Dataset records
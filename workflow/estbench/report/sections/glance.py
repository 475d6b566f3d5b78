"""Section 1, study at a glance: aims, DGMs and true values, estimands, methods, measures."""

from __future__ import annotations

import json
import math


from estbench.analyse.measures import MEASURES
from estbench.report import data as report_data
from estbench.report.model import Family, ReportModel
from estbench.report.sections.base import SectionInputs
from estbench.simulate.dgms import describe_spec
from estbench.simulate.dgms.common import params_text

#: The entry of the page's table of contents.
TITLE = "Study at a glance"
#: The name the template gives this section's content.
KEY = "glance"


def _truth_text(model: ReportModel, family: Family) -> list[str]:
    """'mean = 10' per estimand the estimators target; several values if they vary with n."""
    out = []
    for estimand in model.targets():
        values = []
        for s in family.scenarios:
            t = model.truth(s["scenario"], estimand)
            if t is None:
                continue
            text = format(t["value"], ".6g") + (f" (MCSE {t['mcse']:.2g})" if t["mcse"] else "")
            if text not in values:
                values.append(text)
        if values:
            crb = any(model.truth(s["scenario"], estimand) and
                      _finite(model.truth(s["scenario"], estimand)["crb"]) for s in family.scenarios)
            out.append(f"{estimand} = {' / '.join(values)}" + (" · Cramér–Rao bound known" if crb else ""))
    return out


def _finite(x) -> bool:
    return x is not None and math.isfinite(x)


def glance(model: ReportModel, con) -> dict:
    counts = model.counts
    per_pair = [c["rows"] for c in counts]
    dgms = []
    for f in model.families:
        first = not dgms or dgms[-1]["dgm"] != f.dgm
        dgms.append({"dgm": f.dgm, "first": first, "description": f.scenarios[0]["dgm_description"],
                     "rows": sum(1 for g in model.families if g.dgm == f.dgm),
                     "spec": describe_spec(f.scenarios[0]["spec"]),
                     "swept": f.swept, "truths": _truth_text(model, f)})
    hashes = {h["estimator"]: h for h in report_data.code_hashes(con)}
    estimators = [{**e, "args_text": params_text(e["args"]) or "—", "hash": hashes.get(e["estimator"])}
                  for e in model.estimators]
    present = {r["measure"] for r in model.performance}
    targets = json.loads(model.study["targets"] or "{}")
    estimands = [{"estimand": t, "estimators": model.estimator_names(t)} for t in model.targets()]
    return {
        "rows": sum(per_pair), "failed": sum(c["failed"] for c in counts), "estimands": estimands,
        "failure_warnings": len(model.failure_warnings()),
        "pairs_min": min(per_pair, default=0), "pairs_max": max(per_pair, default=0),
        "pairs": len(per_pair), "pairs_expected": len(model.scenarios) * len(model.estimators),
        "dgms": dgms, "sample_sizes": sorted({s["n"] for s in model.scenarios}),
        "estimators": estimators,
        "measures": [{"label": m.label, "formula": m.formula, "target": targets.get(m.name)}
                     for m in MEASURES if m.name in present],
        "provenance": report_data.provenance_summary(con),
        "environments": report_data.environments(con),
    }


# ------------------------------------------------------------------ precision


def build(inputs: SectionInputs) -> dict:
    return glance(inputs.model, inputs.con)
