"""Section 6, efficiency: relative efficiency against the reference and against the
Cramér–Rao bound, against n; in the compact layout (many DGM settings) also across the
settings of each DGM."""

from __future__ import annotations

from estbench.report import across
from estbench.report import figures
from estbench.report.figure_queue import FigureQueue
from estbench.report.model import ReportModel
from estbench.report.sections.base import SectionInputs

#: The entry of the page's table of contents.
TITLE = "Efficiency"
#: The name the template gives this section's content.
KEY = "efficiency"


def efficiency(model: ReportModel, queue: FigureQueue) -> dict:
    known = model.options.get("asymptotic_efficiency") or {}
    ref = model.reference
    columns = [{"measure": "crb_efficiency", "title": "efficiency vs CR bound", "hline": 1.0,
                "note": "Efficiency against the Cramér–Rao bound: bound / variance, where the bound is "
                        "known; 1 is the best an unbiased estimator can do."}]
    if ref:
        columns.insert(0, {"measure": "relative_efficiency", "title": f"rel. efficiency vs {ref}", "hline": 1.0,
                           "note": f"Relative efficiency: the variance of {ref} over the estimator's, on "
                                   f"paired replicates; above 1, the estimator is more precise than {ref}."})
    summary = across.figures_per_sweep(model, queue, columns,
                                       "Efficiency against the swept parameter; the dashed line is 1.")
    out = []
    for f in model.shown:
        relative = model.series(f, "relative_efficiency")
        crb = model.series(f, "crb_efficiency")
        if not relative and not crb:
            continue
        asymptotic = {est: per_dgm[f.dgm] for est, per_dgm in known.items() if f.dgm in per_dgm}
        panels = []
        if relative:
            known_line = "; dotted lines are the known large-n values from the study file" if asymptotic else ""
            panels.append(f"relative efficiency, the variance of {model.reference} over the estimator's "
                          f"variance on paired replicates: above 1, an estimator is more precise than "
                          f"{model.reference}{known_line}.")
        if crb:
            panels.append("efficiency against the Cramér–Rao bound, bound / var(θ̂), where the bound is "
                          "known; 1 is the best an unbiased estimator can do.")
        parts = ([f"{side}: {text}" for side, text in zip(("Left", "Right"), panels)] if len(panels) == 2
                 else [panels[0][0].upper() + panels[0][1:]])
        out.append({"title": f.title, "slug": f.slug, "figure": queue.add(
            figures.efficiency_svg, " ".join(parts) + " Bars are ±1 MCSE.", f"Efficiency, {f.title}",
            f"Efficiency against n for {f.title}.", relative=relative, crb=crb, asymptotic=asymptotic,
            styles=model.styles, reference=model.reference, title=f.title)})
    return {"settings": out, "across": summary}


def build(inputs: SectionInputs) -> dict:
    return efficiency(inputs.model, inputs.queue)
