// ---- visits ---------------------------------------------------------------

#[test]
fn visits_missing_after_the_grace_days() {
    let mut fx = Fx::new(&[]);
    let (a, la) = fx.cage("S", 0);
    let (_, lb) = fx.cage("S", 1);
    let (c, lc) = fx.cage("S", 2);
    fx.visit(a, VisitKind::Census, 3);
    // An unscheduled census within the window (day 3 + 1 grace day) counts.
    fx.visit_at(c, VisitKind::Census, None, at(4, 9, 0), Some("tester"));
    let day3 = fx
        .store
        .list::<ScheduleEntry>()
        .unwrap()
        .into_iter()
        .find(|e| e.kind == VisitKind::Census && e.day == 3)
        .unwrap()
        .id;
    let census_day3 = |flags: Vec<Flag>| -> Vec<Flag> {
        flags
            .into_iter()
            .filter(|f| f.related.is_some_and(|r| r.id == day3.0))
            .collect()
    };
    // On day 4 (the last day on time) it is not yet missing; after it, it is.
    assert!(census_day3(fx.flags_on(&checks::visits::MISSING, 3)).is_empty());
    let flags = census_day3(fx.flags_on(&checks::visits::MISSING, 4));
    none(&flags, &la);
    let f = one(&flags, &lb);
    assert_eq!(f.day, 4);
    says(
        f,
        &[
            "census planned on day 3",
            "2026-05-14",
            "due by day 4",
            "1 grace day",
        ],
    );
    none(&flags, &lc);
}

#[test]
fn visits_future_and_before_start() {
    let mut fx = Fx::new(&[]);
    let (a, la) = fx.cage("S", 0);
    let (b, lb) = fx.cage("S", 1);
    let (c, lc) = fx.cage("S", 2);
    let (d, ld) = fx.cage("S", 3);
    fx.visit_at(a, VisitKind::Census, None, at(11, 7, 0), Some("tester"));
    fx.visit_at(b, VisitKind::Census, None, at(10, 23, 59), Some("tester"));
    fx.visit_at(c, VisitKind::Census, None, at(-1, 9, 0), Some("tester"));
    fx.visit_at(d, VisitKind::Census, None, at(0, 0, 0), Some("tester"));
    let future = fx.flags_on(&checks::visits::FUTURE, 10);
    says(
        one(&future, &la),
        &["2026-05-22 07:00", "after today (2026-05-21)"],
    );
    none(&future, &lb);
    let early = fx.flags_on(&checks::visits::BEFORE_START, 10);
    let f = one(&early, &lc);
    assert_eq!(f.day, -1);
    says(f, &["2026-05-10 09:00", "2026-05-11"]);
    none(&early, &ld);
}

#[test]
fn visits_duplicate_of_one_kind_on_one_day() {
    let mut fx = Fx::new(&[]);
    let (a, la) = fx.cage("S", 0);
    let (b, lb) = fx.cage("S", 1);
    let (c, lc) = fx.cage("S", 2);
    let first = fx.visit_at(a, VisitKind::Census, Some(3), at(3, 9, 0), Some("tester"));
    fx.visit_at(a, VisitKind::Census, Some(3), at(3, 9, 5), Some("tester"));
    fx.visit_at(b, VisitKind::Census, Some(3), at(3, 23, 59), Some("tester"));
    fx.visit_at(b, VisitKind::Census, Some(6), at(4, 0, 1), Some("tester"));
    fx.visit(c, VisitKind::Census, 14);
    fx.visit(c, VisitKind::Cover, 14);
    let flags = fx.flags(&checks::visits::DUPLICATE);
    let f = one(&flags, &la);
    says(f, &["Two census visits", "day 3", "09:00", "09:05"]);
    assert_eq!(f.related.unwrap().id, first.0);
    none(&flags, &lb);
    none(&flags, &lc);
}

_TO DO_. Reproduce every line of the entries above, unchanged, from the very first one down to and including the line containing "first = not".

_PROBLEM SOLUTION_.
filename workflow/estbench/report/sections/glance.py
repository 475d6b566f3d5b78
"""Section 1, study at a glance: aims, DGMs and true values, estimands, methods, measures."""

from __future__ import annotations

import json
import math


from estbench.analyse.measures import MEASURES
from estbench.report import data as report_data
from estbench.report.model import Family, ReportModel
from estbench.report.sections.base import SectionInputs
from estbench.simulate.dgms import describe_spec
from estbench.simulate.dgms.common import params_text

#: The entry of the page's table of contents.
TITLE = "Study at a glance"
#: The name the template gives this section's content.
KEY = "glance"


def _truth_text(model: ReportModel, family: Family) -> list[str]:
    """'mean = 10' per estimand the estimators target; several values if they vary with n."""
    out = []
    for estimand in model.targets():
        values = []
        for s in family.scenarios:
            t = model.truth(s["scenario"], estimand)
            if t is None:
                continue
            text = format(t["value"], ".6g") + (f" (MCSE {t['mcse']:.2g})" if t["mcse"] else "")
            if text not in values:
                values.append(text)
        if values:
            crb = any(model.truth(s["scenario"], estimand) and
                      _finite(model.truth(s["scenario"], estimand)["crb"]) for s in family.scenarios)
            out.append(f"{estimand} = {' / '.join(values)}" + (" · Cramér–Rao bound known" if crb else ""))
    return out


def _finite(x) -> bool:
    return x is not None and math.isfinite(x)


def glance(model: ReportModel, con) -> dict:
    counts = model.counts
    per_pair = [c["rows"] for c in counts]
    dgms = []
    for f in model.families:
        first = not dgms or dgms[-1]["dgm"] != f.dgm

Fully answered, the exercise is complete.